→ **Directions for this task**
Lines below that hold the word "readFileSync" must be copied in full.

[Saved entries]

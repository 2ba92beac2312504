import { spawnSync } from 'node:child_process';
import { closeSync, existsSync, openSync, readFileSync, writeFileSync } from 'node:fs';
import { join } from 'node:path';
import { beforeAll, describe, expect, it } from 'vitest';
import { BUILT } from '../support/built.js';
import { ended, withWorkplace } from '../support/railfit.js';

const PROBE = 'soil-moisture-probe.yaml';

const workplace = withWorkplace(['parts']);

const EVERYTHING = ['shortlist', PROBE, '--json', '--all', '--top', '5000', '--catalog', 'long.sqlite'];

/** Parts that do not fit: with --all every one of them is in the answer. */
async function importLongList(): Promise<void> {
  const [header = '', ...rows] = readFileSync(join(workplace().folder, 'approved.csv'), 'utf8').split('\n');
  const rejected = rows.find((row) => row.startsWith('HOUSE-06,')) ?? '';
  const copies = Array.from({ length: 600 }, (_, at) => rejected.replace('HOUSE-06', `HOUSE-${1000 + at}`));
  writeFileSync(join(workplace().folder, 'long.csv'), [header, ...copies, ''].join('\n'));
  expect((await workplace().run(['import', 'long.csv', '--catalog', 'long.sqlite'])).exit).toBe(0);
}

describe('the streams', () => {
  it('the answer is on stdout and talk is on stderr', async () => {
    const first = await workplace().run(['parts', '--json'], { env: { RAILFIT_CATALOG: join(workplace().folder, 'new', 'catalog.sqlite') } });
    expect(first.stderr).toMatch(/^note: new catalog .+, filled with \d+ generic sets \(classes of parts, not something to order\)\n$/u);
    expect(JSON.parse(first.stdout)).toMatchObject({ schema: 'railfit/parts' });
    const second = await workplace().run(['parts', '--json'], { env: { RAILFIT_CATALOG: join(workplace().folder, 'new', 'catalog.sqlite') } });
    expect(second).toEqual({ exit: 0, stdout: first.stdout, stderr: '' });
  });

  it('warnings of an import are talk', async () => {
    writeFileSync(join(workplace().folder, 'warned.csv'), 'id,status,package,shelf\nA,approved,SO-8,4\n');
    const catalog = { RAILFIT_CATALOG: join(workplace().folder, 'warned.sqlite') };
    await workplace().run(['parts'], { env: catalog });
    const ran = await workplace().run(['import', 'warned.csv'], { env: catalog });
    expect(ran.exit).toBe(0);
    expect(ran.stdout).toMatch(/^Imported 1 part from warned\.csv/u);
    expect(ran.stderr).toContain('I203');
  });
});

describe('a long answer', () => {
  beforeAll(importLongList);

  it('arrives whole through a slow pipe', async () => {
    const file = openSync(join(workplace().folder, 'whole.json'), 'w');
    const direct = spawnSync(process.execPath, [BUILT, ...EVERYTHING], { cwd: workplace().folder, env: { PATH: process.env['PATH'] }, stdio: ['ignore', file, 'pipe'] });
    closeSync(file);
    expect(direct.status).toBe(0);
    const whole = readFileSync(join(workplace().folder, 'whole.json'));
    expect(whole.length).toBeGreaterThan(5_000_000);

    const child = workplace().start(EVERYTHING);
    const pieces: Buffer[] = [];
    child.stdout?.on('data', (piece: Buffer) => {
      pieces.push(piece);
      child.stdout?.pause();
      setTimeout(() => child.stdout?.resume(), 2);
    });
    expect(await new Promise((resolve) => child.on('close', resolve))).toBe(0);
    expect(Buffer.concat(pieces).equals(whole)).toBe(true);
    expect(JSON.parse(whole.toString('utf8'))).toMatchObject({ schema: 'railfit/shortlist' });
  });

  it('may be left unread: nothing on stderr', async () => {
    const child = workplace().start(EVERYTHING);
    child.stdout?.once('data', () => child.stdout?.destroy());
    const ran = await ended(child);
    expect(ran.stderr).toBe('');
    expect(ran.exit).toBe(0);
  });

  it.skipIf(process.platform === 'win32')('| head -1 leaves stderr empty', () => {
    const ran = spawnSync('sh', ['-c', '"$0" "$@" | head -1', process.execPath, BUILT, ...EVERYTHING], { cwd: workplace().folder, env: { PATH: process.env['PATH'] }, encoding: 'utf8' });
    expect(ran.stderr).toBe('');
    expect(ran.stdout).toBe('{\n');
  });

  it.skipIf(!existsSync('/dev/full'))('that finds no space is exit 5, not an answer', () => {
    const full = openSync('/dev/full', 'w');
    const ran = spawnSync(process.execPath, [BUILT, 'demands', PROBE], { cwd: workplace().folder, stdio: ['ignore', full, 'pipe'], encoding: 'utf8' });
    closeSync(full);
    expect(ran.status).toBe(5);
    expect(ran.stderr).toMatch(/^error\[E504\]: the answer could not be written \(ENOSPC\) \(exit 5\)\n {3}fix: /u);
    expect(ran.stderr).not.toContain('    at ');
  });
});

describe('same input, same bytes', () => {
  it.each<[string, readonly string[]]>([
    ['shortlist', ['shortlist', PROBE]],
    ['shortlist --json', ['shortlist', PROBE, '--json']],
    ['explain', ['explain', 'GX-NANO', PROBE, '--sources']],
    ['parts --csv', ['parts', '--csv', '--tier', 'generic']],
    ['part', ['part', 'GX-NANO']],
    ['a refusal', ['demands', PROBE, '--supply', '5']],
  ])('%s: twice, under other locales and time zones', async (_what, words) => {
    const once = await workplace().run(words, { env: { LC_ALL: 'C.UTF-8', TZ: 'UTC' } });
    expect(await workplace().run(words, { env: { LC_ALL: 'C.UTF-8', TZ: 'UTC' } })).toEqual(once);
    expect(await workplace().run(words, { env: { LC_ALL: 'tr_TR.UTF-8', TZ: 'Pacific/Kiritimati' } })).toEqual(once);
    expect(await workplace().run(words, { env: { LANG: undefined, TZ: 'America/St_Johns' } })).toEqual(once);
  });

  it('the order of the rows of a list changes nothing', async () => {
    const [header = '', ...rows] = readFileSync(join(workplace().folder, 'approved.csv'), 'utf8').trimEnd().split('\n');
    writeFileSync(join(workplace().folder, 'turned.csv'), [header, ...rows.reverse(), ''].join('\n'));
    const answers = await Promise.all(['approved', 'turned'].map(async (name) => {
      const env = { RAILFIT_CATALOG: join(workplace().folder, `${name}.sqlite`) };
      await workplace().run(['import', `${name}.csv`], { env });
      return (await workplace().run(['shortlist', PROBE], { env })).stdout;
    }));
    expect(answers[0]).toBe(answers[1]);
  });

  it('the list that is written is read back as the same list', async () => {
    const env = { RAILFIT_CATALOG: join(workplace().folder, 'back.sqlite') };
    await workplace().run(['import', 'approved.csv'], { env });
    const written = await workplace().run(['parts', '--csv'], { env });
    writeFileSync(join(workplace().folder, 'written.csv'), written.stdout);
    const again = await workplace().run(['import', 'written.csv', '--json'], { env });
    expect(JSON.parse(again.stdout)).toMatchObject({ outcome: 'no-change', counts: { rows: 9, added: 0, changed: 0, removed: 0, unchanged: 9 }, problems: [] });
    expect((await workplace().run(['parts', '--csv'], { env })).stdout).toBe(written.stdout);
  });
});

→ **Answer space**
import { closeSync, existsSync, openSync, readFileSync, writeFileSync } from 'node:fs';
  const [header = '', ...rows] = readFileSync(join(workplace().folder, 'approved.csv'), 'utf8').split('\n');
    const whole = readFileSync(join(workplace().folder, 'whole.json'));
    const [header = '', ...rows] = readFileSync(join(workplace().folder, 'approved.csv'), 'utf8').trimEnd().split('\n');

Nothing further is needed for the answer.